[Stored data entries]
@pytest.mark.parametrize("solver", SOLVERS)
def test_grouped_plans_equal_separate_calls(solver: str) -> None:
    pts = clustered(150, 6, 50)
    w = np.random.default_rng(50).uniform(0.5, 2.0, size=len(pts))
    groups = _groups_of(len(pts), 50)
    plans = SOLVERS[solver](pts, 3, w, groups=groups, seed=4)
    assert isinstance(plans, MedianPlans if solver == "p_median" else CenterPlans)
    assert plans.labels.tolist() == [-4, 2, 9] and len(plans) == 3
    for label, plan in zip(plans.labels, plans):
        members = np.flatnonzero(groups == label)
        alone = SOLVERS[solver](pts[members], 3, w[members], seed=4)
        np.testing.assert_array_equal(plan.sites, alone.sites)
        np.testing.assert_array_equal(plan.assignment, alone.assignment)
        np.testing.assert_array_equal(plan.distance, alone.distance)
        np.testing.assert_array_equal(plan.load, alone.load)
        np.testing.assert_array_equal(plan.count, alone.count)
        np.testing.assert_array_equal(plan.points, pts[members])
        if solver == "p_median":
            assert plan.cost == alone.cost
        else:
            for name in ("weighted_radius", "radius", "optimal"):
                assert getattr(plan, name) == getattr(alone, name)


def test_grouped_tables_follow_input_rows_and_sites_frame_rows() -> None:
    pts = clustered(90, 4, 51)
    groups = _groups_of(len(pts), 51)
    plans = pw.p_median(pts, 2, groups=groups)
    frame = plans.to_frame()
    sites = plans.sites_frame()
    # One row per input point, in input order; `assignment` is the serving row of sites_frame.
    np.testing.assert_array_equal(frame["group"], groups)
    xy = sites[["x", "y"]].to_numpy()[frame["assignment"].to_numpy()]
    np.testing.assert_allclose(frame["distance_u"], np.hypot(*(pts - xy).T), rtol=1e-12, atol=1e-12)
    np.testing.assert_array_equal(sites["group"].to_numpy()[frame["assignment"].to_numpy()], groups)
    summary = plans.summary()
    assert summary["group"].tolist() == [-4, 2, 9]
    np.testing.assert_array_equal(summary["points"], [np.sum(groups == g) for g in (-4, 2, 9)])
    np.testing.assert_array_equal(summary["sites"], [2, 2, 2])
    np.testing.assert_allclose(
        summary["cost_u"], [float(frame["distance_u"][groups == g].sum()) for g in (-4, 2, 9)], rtol=1e-12
    )


def test_grouped_fixed_sites_serve_only_their_group() -> None:
    a = np.array([[0.0, 0.0], [1.0, 0.0], [0.0, 1.0], [1.0, 1.0]])
    pts = np.vstack([a, a + 50.0])
    groups = np.array([1] * 4 + [2] * 4)
    # The fixed site at group 2's square centre belongs to group 1: group 2 may not use it.
    plans = pw.p_median(pts, 1, groups=groups, fixed=[[50.5, 50.5], [0.5, 0.5]], fixed_groups=[1, 2])
    one, two = plans[1], plans[2]
    np.testing.assert_array_equal(one.fixed, [[50.5, 50.5]])
    np.testing.assert_array_equal(two.fixed, [[0.5, 0.5]])
    # Closed form: each square's own new site at its centre; corners sqrt(2)/2 away.
    assert one.cost == pytest.approx(4 * np.sqrt(0.5), rel=1e-9)
    np.testing.assert_allclose(one.sites, [[0.5, 0.5]], atol=1e-6)
    assert one.count.tolist() == [4, 0] and two.count.tolist() == [4, 0]
    sites = plans.sites_frame()
    assert sites["fixed"].tolist() == [False, True, False, True]
    alone = pw.p_median(pts[4:], 1, fixed=[[0.5, 0.5]])
    np.testing.assert_array_equal(two.sites, alone.sites)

WHAT YOU HAVE TO DO
Your task is to retype the records precisely as they stand.

ANSWER AREA
@pytest.mark.parametrize("solver", SOLVERS)
def test_grouped_plans_equal_separate_calls(solver: str) -> None:
    pts = clustered(150, 6, 50)
    w = np.random.default_rng(50).uniform(0.5, 2.0, size=len(pts))
    groups = _groups_of(len(pts), 50)
    plans = SOLVERS[solver](pts, 3, w, groups=groups, seed=4)
    assert isinstance(plans, MedianPlans if solver == "p_median" else CenterPlans)
    assert plans.labels.tolist() == [-4, 2, 9] and len(plans) == 3
    for label, plan in zip(plans.labels, plans):
        members = np.flatnonzero(groups == label)
        alone = SOLVERS[solver](pts[members], 3, w[members], seed=4)
        np.testing.assert_array_equal(plan.sites, alone.sites)
        np.testing.assert_array_equal(plan.assignment, alone.assignment)
        np.testing.assert_array_equal(plan.distance, alone.distance)
        np.testing.assert_array_equal(plan.load, alone.load)
        np.testing.assert_array_equal(plan.count, alone.count)
        np.testing.assert_array_equal(plan.points, pts[members])
        if solver == "p_median":
            assert plan.cost == alone.cost
        else:
            for name in ("weighted_radius", "radius", "optimal"):
                assert getattr(plan, name) == getattr(alone, name)


def test_grouped_tables_follow_input_rows_and_sites_frame_rows() -> None:
    pts = clustered(90, 4, 51)
    groups = _groups_of(len(pts), 51)
    plans = pw.p_median(pts, 2, groups=groups)
    frame = plans.to_frame()
    sites = plans.sites_frame()
    # One row per input point, in input order; `assignment` is the serving row of sites_frame.
    np.testing.assert_array_equal(frame["group"], groups)
    xy = sites[["x", "y"]].to_numpy()[frame["assignment"].to_numpy()]
    np.testing.assert_allclose(frame["distance_u"], np.hypot(*(pts - xy).T), rtol=1e-12, atol=1e-12)
    np.testing.assert_array_equal(sites["group"].to_numpy()[frame["assignment"].to_numpy()], groups)
    summary = plans.summary()
    assert summary["group"].tolist() == [-4, 2, 9]
    np.testing.assert_array_equal(summary["points"], [np.sum(groups == g) for g in (-4, 2, 9)])
    np.testing.assert_array_equal(summary["sites"], [2, 2, 2])
    np.testing.assert_allclose(
        summary["cost_u"], [float(frame["distance_u"][groups == g].sum()) for g in (-4, 2, 9)], rtol=1e-12
    )


def test_grouped_fixed_sites_serve_only_their_group() -> None:
    a = np.array([[0.0, 0.0], [1.0, 0.0], [0.0, 1.0], [1.0, 1.0]])
    pts = np.vstack([a, a + 50.0])
    groups = np.array([1] * 4 + [2] * 4)
    # The fixed site at group 2's square centre belongs to group 1: group 2 may not use it.
    plans = pw.p_median(pts, 1, groups=groups, fixed=[[50.5, 50.5], [0.5, 0.5]], fixed_groups=[1, 2])
    one, two = plans[1], plans[2]
    np.testing.assert_array_equal(one.fixed, [[50.5, 50.5]])
    np.testing.assert_array_equal(two.fixed, [[0.5, 0.5]])
    # Closed form: each square's own new site at its centre; corners sqrt(2)/2 away.
    assert one.cost == pytest.approx(4 * np.sqrt(0.5), rel=1e-9)
    np.testing.assert_allclose(one.sites, [[0.5, 0.5]], atol=1e-6)
    assert one.count.tolist() == [4, 0] and two.count.tolist() == [4, 0]
    sites = plans.sites_frame()
    assert sites["fixed"].tolist() == [False, True, False, True]
    alone = pw.p_median(pts[4:], 1, fixed=[[0.5, 0.5]])
    np.testing.assert_array_equal(two.sites, alone.sites)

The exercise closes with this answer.